I.G.: Qual è tra le undici tracce quella che credi rappresenti in maniera immediata la situazione dei nostri giorni?
Mano: Una sicuramente è la traccia di apertura “Distanza Perfetta”: volevo ritrarre come in una fotografia da lontano il nostro pianeta di assurdi esseri in cui si vive in alcuni casi, a parere mio, assurdamente, “microscopici e insignificanti, ognuno col suo lavoretto”. “La Parlantina” è l’unica canzone dove compare Manita, il mio alter-ego rapper, un po’ femmina, un po’ “stronza”, molto arrabbiata perché molto frustrata, disturbata e disturbante, personaggio che avrete modo di conoscere meglio nei prossimi lavori. Questa canzone è un “quasi – rap” vagamente asmatico, un flusso di coscienza dove “sparo a trecentosessanta gradi” su parecchie questioni sia personali che d’attualità.
I.G.: Come definiresti te stesso e il tuo disco d’esordio?
Mano: “Cantautore ma non proprio”, perché non posso definirmi cantautore al pari di Gaber o DeAndrè, ma sono comunque autore delle canzoni che canto e questa è ad ogni modo la condizione necessaria per definirsi un cantautore. Come definirei il mio disco d’esordio? Ho deciso di pubblicarlo ufficialmente soltanto quando ho trovato qualcuno che mi sembrava davvero interessato a promuoverlo. Questo qualcuno è Michele Maraglino, della neonata net-label LSD [“La Sete Dischi”]. La sigla dice già molto e sono onorato di essere il primo artista del roster.

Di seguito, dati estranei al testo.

/** The public types of the async API (Baker in bake.ts). */
import type { WorkerPool } from '@lightkiln/pool';
import type { CacheStats } from './cache/entry.js';
import type { CacheStore } from './cache/store.js';
import type { BakeEvent } from './events.js';
import type { Manifest } from './manifest.js';
import type { BakeProgress } from './stages/context.js';
import type { ArtifactKind, PlanItem } from './tables.js';
export type { ArtifactKind, PlanItem } from './tables.js';
export interface BakerOptions {
    /** Worker threads; default the machine's available parallelism; 0 runs inline. Range 0..256. */
    readonly threads?: number;
    /** An explicit pool (overrides threads); the baker does not close it. */
    readonly pool?: WorkerPool;
    /**
     * Cache: a folder path, a CacheStore, or false for none. Default: the folder ".lightkiln-cache" in
     * the current directory.
     */
    readonly cache?: string | CacheStore | false;
    /**
     * A shared cache server (HTTP build-cache protocol, cache/remote.ts) behind the local cache folder:
     * read-through, write-through, degrading to local with one warning when it fails. Credentials in the
     * URL or LIGHTKILN_REMOTE_CACHE_TOKEN.
     */
    readonly remoteCache?: string;
    /** Milliseconds per remote request before the remote counts as down. Default 10 000. */
    readonly remoteTimeoutMs?: number;
    /** Receives warnings (a remote cache switched off). Default: process.emitWarning. */
    readonly onWarning?: (message: string) => void;
    /** Least-recently-used eviction after each bake down to this many bytes; default unlimited. */
    readonly cacheMaxBytes?: number;
    /** Cost units (texels x samples) per pool tile; default 200 000. */
    readonly targetTileCost?: number;
}
export interface BakeRunOptions {
    /** Write the artifacts here (created if missing); without it the bake only returns them. */
    readonly outDir?: string;
    readonly signal?: AbortSignal;
    readonly onProgress?: (progress: BakeProgress) => void;
    /** Structured events: stages started and finished, progress, cache hits and misses, artifacts (events.ts). */
    readonly onEvent?: (event: BakeEvent) => void;
}
export interface BakedArtifact {
    readonly kind: ArtifactKind;
    /** File name inside the output folder. */
    readonly name: string;
    /** Full path when written (outDir given), else null. */
    readonly path: string | null;
    readonly format: string;
    readonly bytes: Uint8Array;
    readonly sha256: string;
    readonly fromCache: boolean;
}
export interface BakeResult {
    readonly artifacts: readonly BakedArtifact[];
    readonly manifest: Manifest;
    readonly cache: CacheStats;
}
export interface LutOptions {
    /** Table size (square), 8..1024. Default 128. */
    readonly size?: number;
    /** Samples per texel, 16..65536. Default 1024. */
    readonly samples?: number;
    readonly multiscatter?: boolean;
    readonly cloth?: boolean;
    readonly supercompression?: 'none' | 'zlib' | 'zstd';
}
export interface BakePlan {
    readonly probe: string;
    readonly upToDate: boolean;
    readonly artifacts: readonly (PlanItem & {
        readonly name: string;
    })[];
    readonly stages: readonly PlanItem[];
}
//# sourceMappingURL=api.d.ts.map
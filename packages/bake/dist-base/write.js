/** Writing a bake's artifacts into its output folder: checks, unchanged files left alone, all or nothing. */
import { lstatSync, mkdirSync, readFileSync } from 'node:fs';
import { join } from 'node:path';
import { LightkilnError, toLightkilnError, unsafePath } from './errors.js';
import { commitFiles, discardFiles, refuseSymlink, sameContent, stageFile, sweepStaleTempFiles, writeError } from './files.js';
import { SAFE_NAME } from './recipe.js';
export function checkOutputFolder(outDir, probe) {
    try {
        const st = lstatSync(outDir);
        if (st.isSymbolicLink())
            throw unsafePath(outDir, 'the output folder is a symbolic link');
        if (!st.isDirectory())
            throw new LightkilnError('INVALID_OPTION', `output folder ${outDir} exists and is not a folder`);
    }
    catch (error) {
        if (error instanceof LightkilnError)
            throw error;
        if (error.code !== 'ENOENT')
            throw toLightkilnError(error, outDir);
    }
    if (!SAFE_NAME.test(probe))
        throw unsafePath(probe, 'not a plain file name');
}
/**
 * True when the manifest at `path` differs from `bytes` at most in the fields that change on every run
 * (timings and cache statistics): an unchanged rebake then leaves it alone, as it leaves the other files.
 */
function sameManifest(path, bytes) {
    try {
        const strip = (text) => {
            const { timingsMs: _t, cache: _c, ...rest } = JSON.parse(text);
            return JSON.stringify(rest);
        };
        return strip(readFileSync(path, 'utf8')) === strip(new TextDecoder().decode(bytes));
    }
    catch {
        return false;
    }
}
/**
 * Writes every artifact to a temp file first, then renames all of them; on failure removes the temps.
 * An artifact whose file already holds the same bytes (a manifest: the same but for timings and cache
 * statistics) is left alone (its mtime kept, for build systems).
 * Stale temp files of killed runs in the folder are swept first.
 */
export function writeAtomically(outDir, artifacts) {
    try {
        mkdirSync(outDir, { recursive: true });
    }
    catch (error) {
        throw writeError(outDir, error);
    }
    sweepStaleTempFiles(outDir);
    const staged = [];
    const kept = new Set();
    try {
        for (const a of artifacts) {
            if (!SAFE_NAME.test(a.name))
                throw unsafePath(a.name, 'not a plain file name');
            const final = join(outDir, a.name);
            refuseSymlink(final);
            if (sameContent(final, a.bytes) || (a.kind === 'manifest' && sameManifest(final, a.bytes))) {
                kept.add(a.name);
                continue;
            }
            staged.push(stageFile(final, a.bytes));
        }
    }
    catch (error) {
        discardFiles(staged);
        throw error;
    }
    commitFiles(staged);
    return kept;
}
//# sourceMappingURL=write.js.map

I.G.: Che pulce intendi mettere nell’orecchio di chi ascolta?
Mano: Mi sembrava un modo non troppo rumoroso e in linea con le mie modalità di scrittura per generare curiosità nei confronti di questa raccolta di canzoni.
I.G.: Progetti futuri?
Mano: I progetti sono futuri ma non proprio, perché spero il prima possibile di registrare le nuove canzoni. Ho in mente di seguire tutta la produzione come per il mio esordio, ma questa volta cercando collaboratori tecnici e pratici. Nel prossimo disco Manita avrà molto più spazio, addirittura sto valutando se fare uno “split” tra Mano (la mia tendenza più melodica, sognatrice) e Manita (la tendenza più ritmica, cinica e spietata), vedremo, mi piace decidere cosa fare strada facendo, ma nel frattempo partire.